Zettelwirtschaft

Zettelwirtschaft01[Beitrag: JD] Ich bin ein sehr vergesslicher Mensch. Hätte ich den Geburtstag meiner Mutter nicht in meinem Smartphone gespeichert, würde ich wahrscheinlich sogar den vergessen. Deshalb muss ich mir alle wichtigen Dinge notieren. Für Menschen wie mich hat zum Glück ein Herr Arthur Fry im Jahre 1974 diese praktischen Klebezettel mit dem Namen Post-It erfunden. Seit ich die für mich entdeckt habe, hängen sie bei mir überall und erinnern mich an Dinge wie Filme, die ich unbedingt noch schauen muss, an Gitarrenlieder, die ich noch lernen will aber auch an Arzttermine oder universitäre sowie private Verpflichtungen.

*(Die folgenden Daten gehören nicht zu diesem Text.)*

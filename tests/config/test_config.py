"""Loading the TOML configuration: defaults, paths, and one test per kind of bad input."""

from pathlib import Path

import numpy as np
import pytest

from audit.config import load_config
from audit.errors import ConfigError


def _write(folder: Path, text: str) -> Path:
    path = folder / "town.toml"
    path.write_text(text, encoding="utf-8")
    return path


def _problem(folder: Path, text: str) -> str:
    path = _write(folder, text)
    with pytest.raises(ConfigError) as error:
        load_config(path)
    message = str(error.value)
    assert str(path.resolve()) in message
    return message


def test_minimal_config_takes_documented_defaults(tmp_path: Path) -> None:
    config = load_config(_write(tmp_path, '[pipes]\npath = "data/pipes.gpkg"\n'))
    assert config.pipes.path == (tmp_path / "data" / "pipes.gpkg").resolve()
    assert config.pipes.layer is None
    assert config.pipes.crs is None
    assert config.manholes is None
    assert dict(config.pipes.fields) == {}
    assert config.pipes.units["diameter"] == "mm"
    assert config.pipes.units["upstream_invert"] == "m"
    assert config.pipes.units["flow"] == "l/s"
    assert config.pipes.units["length"] == "m"
    assert config.input.engine == "pyogrio"
    assert config.input.sentinels == (-9999.0, -999.0)
    assert config.network.snap_tolerance_m == 1.0
    assert config.network.direction == "ids"
    assert config.network.length_tolerance_ratio == 0.05
    assert config.network.length_tolerance_m == 0.5
    assert config.hydraulics.formula == "manning"
    assert config.hydraulics.manning_n == 0.013
    assert config.hydraulics.ks_mm == 1.5
    assert config.hydraulics.water_temp_c == 15.0


FULL = """
[input]
engine = "fiona"
sentinels = [-1, 9999.5]
[pipes]
path = "town.gpkg"
layer = "sewers"
crs = "EPSG:27700"
[pipes.fields]
id = "PIPE_REF"
diameter = "DIA"
upstream_invert = "US_IL"
[pipes.units]
diameter = "in"
upstream_invert = "FT"
flow = "MGD"
[pipes.shapes]
C = "circular"
E = "egg"
[pipes.kinds]
GRAV = "gravity"
FM = "rising_main"
ABAN = "abandoned"
[pipes.sentinels]
upstream_invert = 0
diameter = [0, 99]
[manholes]
path = "../shared/nodes.geojson"
[manholes.fields]
id = "MH"
inflow = "Q"
[manholes.units]
inflow = "gpm"
[manholes.kinds]
LS = "pump_station"
[network]
direction = "digitised"
snap_tolerance_m = 0.25
[hydraulics]
formula = "colebrook-white"
ks_mm = 0.6
[rules]
min_velocity_m_s = 0.7
min_slope = [[150, 0.0067], [225, 0.004]]
"""


def test_full_config_is_read_into_frozen_dataclasses(tmp_path: Path) -> None:
    config = load_config(_write(tmp_path, FULL))
    assert config.input.engine == "fiona"
    assert config.input.sentinels == (-1.0, 9999.5)
    assert config.pipes.layer == "sewers"
    assert config.pipes.crs == "EPSG:27700"
    assert dict(config.pipes.fields) == {"id": "PIPE_REF", "diameter": "DIA", "upstream_invert": "US_IL"}
    assert config.pipes.units["diameter"] == "in"
    assert config.pipes.units["upstream_invert"] == "ft"
    assert config.pipes.units["flow"] == "mgd"
    assert config.pipes.units["height"] == "mm"
    assert dict(config.pipes.shapes) == {"C": "circular", "E": "egg"}
    assert dict(config.pipes.kinds) == {"GRAV": "gravity", "FM": "rising_main", "ABAN": "abandoned"}
    assert dict(config.pipes.sentinels) == {"upstream_invert": (0.0,), "diameter": (0.0, 99.0)}
    assert config.manholes is not None
    assert config.manholes.path == (tmp_path.parent / "shared" / "nodes.geojson").resolve()
    assert config.manholes.units["inflow"] == "gpm"
    assert config.manholes.units["rim"] == "m"
    assert dict(config.manholes.kinds) == {"LS": "pump_station"}
    assert config.network.direction == "digitised"
    assert config.network.snap_tolerance_m == 0.25
    assert config.hydraulics.formula == "colebrook-white"
    assert config.hydraulics.ks_mm == 0.6
    with pytest.raises(AttributeError):
        config.network.direction = "ids"  # type: ignore[misc]


def test_rules_are_parsed_at_load_and_the_raw_table_is_read_only(tmp_path: Path) -> None:
    config = load_config(_write(tmp_path, FULL))
    assert config.rules.min_velocity == 0.7
    assert config.rules.min_slope is not None
    assert list(config.rules.min_slope.lookup(np.array([0.15, 0.2, 0.3]))) == [0.0067, 0.0067, 0.004]
    rules = config.rules_table
    assert rules["min_velocity_m_s"] == 0.7
    with pytest.raises(TypeError):
        rules["min_velocity_m_s"] = 1.0  # type: ignore[index]
    with pytest.raises(TypeError):
        rules["min_slope"][0][1] = 0.0  # type: ignore[index]


def test_a_misspelt_rule_fails_at_load_naming_file_and_key(tmp_path: Path) -> None:
    path = _write(tmp_path, '[pipes]\npath = "a.gpkg"\n[rules]\nmax_velocty = 2.5\n')
    with pytest.raises(ConfigError, match=r"town.toml: rules.max_velocty: unknown key \(did you mean 'max_velocity_m_s'\?\)"):
        load_config(path)


P = '[pipes]\npath = "a.gpkg"\n'


@pytest.mark.parametrize(
    ("text", "expected"),
    [
        pytest.param(P + '[pipes.fields]\ndiametre = "DIA"\n',
                     "pipes.fields.diametre: unknown key; did you mean 'diameter'?", id="unknown-key-close"),
        pytest.param(P + '[colours]\npipe = "red"\n', "colours: unknown key; known keys: input, pipes",
                     id="unknown-table"),
        pytest.param(P + '[network]\nsnap_tolerance_m = "one"\n',
                     "network.snap_tolerance_m: expected a number >= 0, got 'one'", id="wrong-type"),
        pytest.param(P + "[hydraulics]\nmanning_n = true\n", "hydraulics.manning_n: expected a number",
                     id="boolean-not-number"),
        pytest.param(P + '[pipes.units]\ndiameter = "cm"\n',
                     "pipes.units.diameter: expected a length unit, one of m, mm, ft, in, got 'cm'", id="unit"),
        pytest.param(P + '[manholes]\npath = "b.gpkg"\n[manholes.units]\nrim = "l/s"\n',
                     "manholes.units.rim: expected a length unit", id="flow-unit-on-level"),
        pytest.param(P + '[hydraulics]\nformula = "chezy"\n',
                     "hydraulics.formula: expected one of 'manning', 'colebrook-white', got 'chezy'", id="choice"),
        pytest.param('[input]\nengine = "gdal"\n' + P, "input.engine: expected one of 'pyogrio', 'fiona'",
                     id="engine"),
        pytest.param(P + '[pipes.shapes]\nOV = "oval"\n',
                     "pipes.shapes.OV: expected one of 'circular', 'rectangular', 'egg', 'open_rectangular', 'trapezoidal', got 'oval'", id="shape"),
        pytest.param('[input]\nsentinels = ["none"]\n' + P, "input.sentinels: expected an array of numbers",
                     id="sentinels"),
        pytest.param(P + '[pipes.kinds]\nFM = "force_main"\n',
                     "pipes.kinds.FM: expected one of 'gravity', 'private', 'rising_main', 'siphon', 'overflow', 'abandoned', got 'force_main'",
                     id="pipe-kind"),
        pytest.param(P + '[manholes]\npath = "b.gpkg"\n[manholes.kinds]\nLS = "lift"\n',
                     "manholes.kinds.LS: expected one of 'manhole', 'chamber', 'pump_station', 'outfall', got 'lift'", id="node-kind"),
        pytest.param(P + '[pipes.sentinels]\ndiameter = ["zero"]\n', "pipes.sentinels.diameter: expected a number or an array of numbers",
                     id="field-sentinels"),
        pytest.param(P + '[pipes.sentinels]\ndiam = 0\n', "pipes.sentinels.diam: unknown key; did you mean 'diameter'?",
                     id="field-sentinels-key"),
        pytest.param(P + '[catchments]\npath = "c.gpkg"\n[catchments.kinds]\nX = "manhole"\n', "catchments.kinds: unknown key",
                     id="kinds-only-for-pipes-and-manholes"),
        pytest.param(P + 'crs = "EPSG:0"\n', "pipes.crs: expected a CRS", id="crs"),
        pytest.param('[pipes]\nlayer = "sewers"\n',
                     "pipes.path: expected the path of the layer's file (required)", id="path-required"),
        pytest.param(P + "[hydraulics]\nwater_temp_c = 120\n", "hydraulics.water_temp_c: expected a water",
                     id="temperature"),
    ],
)  # fmt: skip
def test_bad_value_names_file_and_dotted_key(tmp_path: Path, text: str, expected: str) -> None:
    assert expected in _problem(tmp_path, text)


def test_all_problems_are_reported_at_once(tmp_path: Path) -> None:
    message = _problem(tmp_path, '[pipes]\npath = "a.gpkg"\nlayr = "x"\n[network]\ndirection = "up"\n')
    assert "pipes.layr" in message
    assert "network.direction" in message


def test_not_toml_names_the_file(tmp_path: Path) -> None:
    message = _problem(tmp_path, "[pipes\npath = 'a.gpkg'\n")
    assert "not valid TOML" in message


def test_missing_file_names_the_file(tmp_path: Path) -> None:
    with pytest.raises(ConfigError, match="nowhere.toml: configuration file not found"):
        load_config(tmp_path / "nowhere.toml")


def test_flows_default_to_the_given_flows_as_before(tmp_path: Path) -> None:
    config = load_config(_write(tmp_path, '[pipes]\npath = "p.gpkg"\n'))
    assert config.flows.kind == "given"
    assert config.flows.rainfall is None
    assert config.catchments is None
    assert config.flows.population_growth == 1.0
    assert config.flows.rainfall_uplift == 1.0
    assert config.flows.urban_creep == 0.0
    assert config.flows.peaking == "harmon"
    assert config.manholes is None


COMBINED = """
[pipes]
path = "p.gpkg"
[manholes]
path = "p.gpkg"
[manholes.fields]
population = "POP"
point_load = "TRADE"
[manholes.units]
point_load = "m3/s"
[catchments]
path = "areas.gpkg"
layer = "subareas"
[catchments.fields]
id = "AREA_ID"
drains_to = "OUTLET_MH"
impervious_fraction = "IMP"
[flows]
kind = "combined"
per_capita_l_day = 250
peaking = [[1000, 3.5], [10000, 2.5]]
infiltration_l_s_km = 0.2
population_growth = 1.25
rainfall_uplift = 1.4
urban_creep = 0.1
[flows.rainfall]
table = [[5, 120.0], [60, 30.0]]
inlet_time_min = 7
return_period_years = 30
"""


def test_flows_catchments_and_manhole_loads_are_read(tmp_path: Path) -> None:
    config = load_config(_write(tmp_path, COMBINED))
    flows, rain = config.flows, config.flows.rainfall
    assert flows.kind == "combined"
    assert flows.builds_sanitary
    assert flows.needs_rainfall
    assert flows.per_capita_l_day == 250.0
    assert flows.peaking == "table"
    assert flows.peaking_table == ((1000.0, 3.5), (10000.0, 2.5))
    assert flows.infiltration_l_s_km == 0.2
    assert (flows.population_growth, flows.rainfall_uplift, flows.urban_creep) == (1.25, 1.4, 0.1)
    assert rain is not None
    assert rain.a is None
    assert rain.table == ((5.0, 120.0), (60.0, 30.0))
    assert rain.inlet_time_min == 7.0
    assert rain.return_period_years == 30.0
    assert config.catchments is not None
    assert config.catchments.layer == "subareas"
    assert dict(config.catchments.fields) == {"id": "AREA_ID", "drains_to": "OUTLET_MH", "impervious_fraction": "IMP"}
    assert config.manholes is not None
    assert config.manholes.units["point_load"] == "m3/s"
    assert config.manholes.fields["population"] == "POP"


@pytest.mark.parametrize(
    ("body", "expected"),
    [
        ('[flows]\nkind = "foul"\n', "flows.kind: expected one of"),
        ('[flows]\npeaking = "harman"\n', "flows.peaking: expected one of"),
        ('[flows]\npeaking = [[1000, 3.0], [500, 2.0]]\n', "flows.peaking: expected an array of at least two"),
        ('[flows]\npopulation_growth = 0\n', "flows.population_growth: expected a number"),
        ('[flows]\ngrowth_factor = 1.2\n', "flows.growth_factor: expected no longer a key: it is replaced by population_growth"),
        ('[flows]\nc_pervious = 1.5\n', "flows.c_pervious: expected a runoff coefficient"),
        ('[flows]\ntc_max_iterations = 0\n', "flows.tc_max_iterations: expected a whole number"),
        ('[flows]\nper_capita = 200\n', "flows.per_capita: unknown key; did you mean 'per_capita_l_day'?"),
        ('[flows]\nkind = "storm"\n', "flows.rainfall: expected a rainfall table"),
        ('[flows]\nkind = "storm"\n[flows.rainfall]\na = 1000\n', "catchments: expected a catchment layer"),
        ('[flows.rainfall]\na = 1000\ntable = [[5, 100], [10, 80]]\n', "flows.rainfall: expected either a"),
        ('[flows.rainfall]\nb = 10\n', "flows.rainfall: expected either a"),
        ('[flows.rainfall]\na = 1000\nduration = 5\n', "flows.rainfall.duration: unknown key"),
        ('[catchments]\npath = "a.gpkg"\n[catchments.fields]\nrunoff = "C"\n', "catchments.fields.runoff: unknown key"),
        ('[catchments]\npath = "a.gpkg"\n[catchments.units]\narea_ha = "km2"\n', "catchments.units.area_ha: expected an area unit, one of ha, ac, m2"),
        ('[manholes]\npath = "m.gpkg"\n[manholes.units]\npoint_load = "litres"\n', "manholes.units.point_load: expected a flow unit"),
    ],
)
def test_bad_flow_settings_name_file_and_key(tmp_path: Path, body: str, expected: str) -> None:
    assert expected in _problem(tmp_path, '[pipes]\npath = "p.gpkg"\n' + body)


def test_the_complete_example_in_the_docs_loads(tmp_path: Path) -> None:
    text = (Path(__file__).resolve().parents[2] / "docs" / "config.md").read_text(encoding="utf-8")
    example = text.split("## A complete example", 1)[1].split("```toml\n", 1)[1].split("```", 1)[0]
    config = load_config(_write(tmp_path, example))
    assert config.pipes.fields["from_node"] == "US_MH"
    assert config.rules.min_velocity == 0.75


def test_flows_in_us_units_are_the_same_settings(tmp_path: Path) -> None:
    text = ('[pipes]\npath = "p.gpkg"\n[catchments]\npath = "c.gpkg"\n[flows]\nkind = "combined"\nper_capita_gal_day = 100\n'
            'infiltration_gal_day_mile = 2000\nload_per_manhole_gpm = 15\npersons_per_mile = 1609.344\nfallback_velocity_ft_s = 2\n'
            '[flows.rainfall]\nintensity_unit = "in/h"\ntable = [[5, 4.0], [60, 1.0]]\n')  # fmt: skip
    flows = load_config(_write(tmp_path, text)).flows
    # Source: NIST SP 811 (2008), appendix B: 1 US gallon = 3.785411784 l, 1 mile = 1.609344 km, 1 in = 25.4 mm
    assert flows.per_capita_l_day == pytest.approx(378.5411784)
    assert flows.infiltration_l_s_km == pytest.approx(2000 * 3.785411784 / 86400 / 1.609344)
    assert flows.load_per_manhole_l_s == pytest.approx(15 * 3.785411784 / 60)
    assert flows.persons_per_km == pytest.approx(1000.0)
    assert flows.fallback_velocity_m_s == pytest.approx(0.6096)
    assert flows.rainfall is not None
    assert [intensity for _, intensity in flows.rainfall.table] == pytest.approx([101.6, 25.4])
    with pytest.raises(ConfigError, match="flows.per_capita_gal_day: expected one of flows.per_capita_l_day and flows.per_capita_gal_day"):
        load_config(_write(tmp_path, '[pipes]\npath = "p.gpkg"\n[flows]\nper_capita_l_day = 200\nper_capita_gal_day = 50\n'))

Für Dinge die ich auf gar keinen Fall vergessen darf, schreibe ich mir eine Erinnerung in den Kalender meines Smartphones.

So klebte ich auch während des Schreibens meiner Bachelorarbeit meinen Bildschirm mit Ideen, Terminen und To-dos zu. Dabei versteckten sich natürlich auch private Notizen dazwischen. Als ich dann zum wiederholten Mal meine Arbeit mit einer etwas größer angelegten Suchaktion beginnen musste, machte ich mir erstmals Gedanken über mein bisheriges Verwaltungssystem für Notizen und kam zu dem Schluss, dass dieses eher Arbeit verursacht als erleichtert.

Zunächst musste eine Trennung zwischen privatem und der Bachelorarbeit her. Um alle Notizen für die Bachelorarbeit zu bündeln, legte ich mir deshalb ein Notizheft an. Dieses wurde in mehrere Kategorien untergliedert, wie beispielsweise ‚bisherige Forschung‘, ‚Methoden‘ oder ‚Ausblick‘. Jedem dieser Themenbereiche ordnete ich eine Farbe zu, welche ich in Form von Klebezetteln auch zum Markieren der jeweiligen Kategorie in Büchern oder Papers nutzte. Diese Strukturierung erleichtert sowohl die Zuordnung als auch die Auffindbarkeit von Informationen. Außerdem weiß ich immer, wo ich neue Information einordnen muss.

Termine trage ich mittlerweile ausschließlich in den Kalender meines Smartphones ein. Lediglich für langfristige Aufgaben klebt noch ein einsamer Zettel auf meinem Schreibtisch. Ich sollte mal Country Roads auswendig lernen und Inception anschauen, dann bin ich die ganze Zettelwirtschaft endlich los. Vorerst.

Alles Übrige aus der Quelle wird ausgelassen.